Jeszcze w grudniu do miejskiej sieci włączone zostaną kamery zamontowane na terenie miasteczka akademickiego. Będzie ono też strzeżone w ramach tzw. patroli ponadnormatywnych, za które policji płaci magistrat. Funkcjonariusze, którzy pełnią na nich służbę poruszają się po trasach ustalonych z Urzędem Miasta.
W tym roku na takie patrole miasto wyda w sumie 200 tys. zł, co daje 55 dwuosobowych patroli w ciągu miesiąca. Na przyszły rok Ratusz proponował wstępnie 300 tys. zł, później kwotę zmniejszył do 200 tys. zł, ale radni w trakcie prac nad budżetem wnioskowali, by wrócił do pierwotnej wersji. Decyzji w tej sprawie jeszcze nie ma, ale gdyby radni zdołali przekonać do tego prezydenta, to miesięcznie mielibyśmy 70 dodatkowych patroli policji.
Do takiej służby kierowani są już także funkcjonariusze prewencji – poinformował wczoraj szef lubelskiej komendy.

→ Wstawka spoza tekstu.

# --------------------------------------------------------------------------- stage 3: waves at the faces
@dataclass(frozen=True)
class FaceWaves:
    """Stage 3: the incident, reflected and transmitted bar strains at the specimen faces.

    Attributes
    ----------
    time : ndarray
        Time at the faces [s]; 0 where the incident foot reaches the front face.
    dt : float
        Sample interval [s].
    incident, reflected, transmitted : ndarray
        Bar strains at the faces [1], compression positive (the reflected wave
        of a compression test is negative), as used by the analysis: with the
        dispersion correction when it is on.
    plain : dict
        Wave name -> the same wave moved by a pure delay (no dispersion
        correction), for comparison.
    dispersion : dict
        What the dispersion correction did (``applied`` and, when applied, its
        parameters and the largest change it made to each wave).
    """

    time: np.ndarray
    dt: float
    incident: np.ndarray
    reflected: np.ndarray
    transmitted: np.ndarray
    plain: dict
    dispersion: dict

    def wave(self, name) -> np.ndarray:
        """One wave by name (``incident``, ``reflected``, ``transmitted``)."""
        return getattr(self, name)

    @property
    def provenance(self) -> dict:
        return {"step": "shift", "parameters": {"dispersion": self.dispersion}}

    def results(self) -> dict:
        return {"peak_incident_strain": float(np.max(self.incident)), "sample_interval_us": self.dt * 1e6}


def waves_at_faces(strains: GaugeStrains, plan: WindowPlan, barset: "BarSet", analysis: "AnalysisOptions") -> FaceWaves:
    """Stage 3: cut each wave out at its gauge and carry it to its specimen face.

    Each wave is moved over its gauge distance with the bar's
    Pochhammer-Chree dispersion (:func:`shpb.dispersion.propagate`) when the
    analysis option ``dispersion`` is on, else by a pure sub-sample delay;
    a hand adjustment moves it further by a pure delay.

    Returns
    -------
    FaceWaves
    """
    dt, (k0, k1) = strains.dt, plan.span
    use_disp = bool(analysis.dispersion)
    faces, plains = {}, {}
    for name, bar_name, _ in WAVES:
        bar = getattr(barset, bar_name)
        chan = strains.incident if bar_name == "incident" else strains.transmitted
        g0, g1 = plan.gauge_spans[name]
        mover = None
        if use_disp:
            mover = _dispersion_mover(dt, plan.distances[name], bar, analysis.amplitude_factors)
        face, plain = carry_wave(chan, dt, g0, g1, plan.travel_times[name], plan.ramp, mover)
        adjust = plan.adjusts[name]
        if adjust:
            face, plain = delay(face, dt, -adjust), delay(plain, dt, -adjust)
        if k1 > face.size:  # the window runs past the record's end: zeros there (flagged by the verdict)
            face, plain = np.pad(face, (0, k1 - face.size)), np.pad(plain, (0, k1 - plain.size))
        faces[name], plains[name] = face[k0:k1], plain[k0:k1]
    time = float(strains.time[0]) + np.arange(k0, k1) * dt - plan.t_face0
    return FaceWaves(time=time, dt=dt, **faces, plain=plains,
                     dispersion=_dispersion_record(use_disp, barset, analysis, dt, plan, faces, plains))


def _dispersion_mover(dt, distance, bar, amplitude_factors):
    from .dispersion import propagate

    def mover(segment):
        return propagate(segment, dt, distance, bar.radius, bar.wave_speed, bar.poisson_ratio,
                         amplitude_factors=amplitude_factors)

    return mover


def _dispersion_record(applied, barset, analysis, dt, plan, faces, plains) -> dict:
    """The provenance of the dispersion correction (what, with which bar data, how much it changed)."""
    info = {"applied": applied}
    if not applied:
        return info
    from .dispersion import dispersion_info

    bi, bt = barset.incident, barset.transmitted
    info.update(dispersion_info(bi.radius, bi.wave_speed, bi.poisson_ratio, dt=dt,
                                amplitude_factors=analysis.amplitude_factors))
    info["distances_m"] = dict(plan.distances)
    if (bt.radius, bt.wave_speed, bt.poisson_ratio) != (bi.radius, bi.wave_speed, bi.poisson_ratio):
        info["transmitted_bar"] = dispersion_info(bt.radius, bt.wave_speed, bt.poisson_ratio, dt=dt,
                                                  amplitude_factors=analysis.amplitude_factors)
    peak = max(float(np.max(np.abs(faces["incident"]))), 1e-30)
    for k in faces:
        info[f"max_change_{k}_percent_of_incident_peak"] = float(100 * np.max(np.abs(faces[k] - plains[k])) / peak)
    return info
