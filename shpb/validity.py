"""Is the shot valid? Equilibrium, strain-rate plateau, yield point and bar/record checks.

Each check is a small function on arrays; those that judge return
:class:`Flag` objects (``code``, ``severity``, ``message``) or None. Severity
``error`` means the curve must not be used; ``warning`` means use it with care;
``info`` is for the record.
"""

from __future__ import annotations

import math
from dataclasses import asdict, dataclass, field
from typing import TYPE_CHECKING, Optional

import numpy as np
from numpy.typing import ArrayLike

if TYPE_CHECKING:  # pragma: no cover
    from .kolsky import KolskyCurves
    from .pulses import FaceWaves, GaugeStrains, WindowPlan
    from .setup import AnalysisOptions, BarSet, Specimen

#: Largest |R| counted as force equilibrium (Ravichandran & Subhash 1994).
EQUILIBRIUM_THRESHOLD = 0.05
#: Coefficient of variation of the strain rate above which it is not near-constant (common practice).
RATE_CV_LIMIT = 0.10
#: Peak bar stress, as a fraction of the bar's yield strength, that earns a warning (common practice).
BAR_STRESS_WARNING = 0.90
#: Time over which R(t) is averaged before the equilibrium test [s]: single-sample recorder noise must not
#: break equilibrium, while the ring-up of a specimen transit (a microsecond and more) is not smoothed away.
EQUILIBRIUM_AVERAGING = 0.25e-6
#: Chance that noise alone carries R(t) outside its band somewhere in a sound shot's loading (the band's
#: coverage, shared over the loading's independent noise samples: Sidak 1967).
EQUILIBRIUM_FALSE_ALARM = 0.01
#: Smallest share of the loading that must be in equilibrium for a shot to be valid: below it the valid part
#: is the end of the loading, after the yield point and most of the test (Davies & Hunter 1963, from memory:
#: equilibrium after a few transits, early in the test).
MIN_VALID_FRACTION = 0.5
#: Fewest specimen wave transits before equilibrium that physics allows (a force must cross the specimen
#: before the back face feels it; a few transits are usual: Davies & Hunter 1963; Ravichandran & Subhash 1994).
MIN_EQUILIBRIUM_TRANSITS = 1.0
#: Apparent (fitted) specimen modulus above this multiple of the given one: the strain is too small
#: (a Hopkinson-bar modulus is lower than the true one, never much higher: common practice).
MODULUS_EXCESS = 1.5
#: Front/back force lag over the rise beyond [0, transit] [s]: warning above the first, error above the second
#: (a 10 mm error in a gauge distance on steel bars is 2 us).
ALIGNMENT_WARNING, ALIGNMENT_ERROR = 0.6e-6, 1.5e-6
#: Largest lead of the reflected wave's rise over the incident wave's at the front face [s] (a reflection
#: starts with its incident wave; the margin covers the two waves' different shapes: common practice).
REFLECTED_LEAD = 2.0e-6
#: Steady back/front force ratio over the loading beyond which a scale is wrong (common practice).
FORCE_RATIO_LIMIT = 1.2
#: Measured incident peak over the striker's prediction: outside the first pair a warning, outside the second
#: an error (a plastic pulse shaper lowers the peak; nothing raises it).
STRIKER_WARNING, STRIKER_ERROR = (0.85, 1.10), (0.55, 1.10)
#: Relative difference between a bar's modulus and rho c0^2 of its measured wave speed that earns a flag
#: (warning; error above the second).
MODULUS_SPEED_WARNING, MODULUS_SPEED_ERROR = 0.02, 0.05
#: A pulse's top held within noise of one level over this share of the pulse, and this share of its top 10 %,
#: is a flat top (an amplifier saturating below the recorder's range).
FLAT_TOP_SHARE, FLAT_TOP_CORE = 0.15, 0.7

Wczoraj ujawnił też, że od dwóch miesięcy w lubelskich autobusach i na przystankach działa specjalna grupa policjantów po cywilnemu mających wyłapywać kieszonkowców. Policjanci przeglądają też zapisy z kamer w pojazdach.
– W zeszłym miesiącu udowodniliśmy 18 kradzieży kieszonkowych. W piątek zatrzymaliśmy 44-latka, który ma na koncie pięć kradzieży, później jeszcze 60-letnią kobietę – wylicza Kucharczyk. Na co dzień do ścigania kieszonkowców oddelegowanych jest kilkunastu funkcjonariuszy. Rocznie w Lublinie dochodzi do blisko 400 tego typu kradzieży.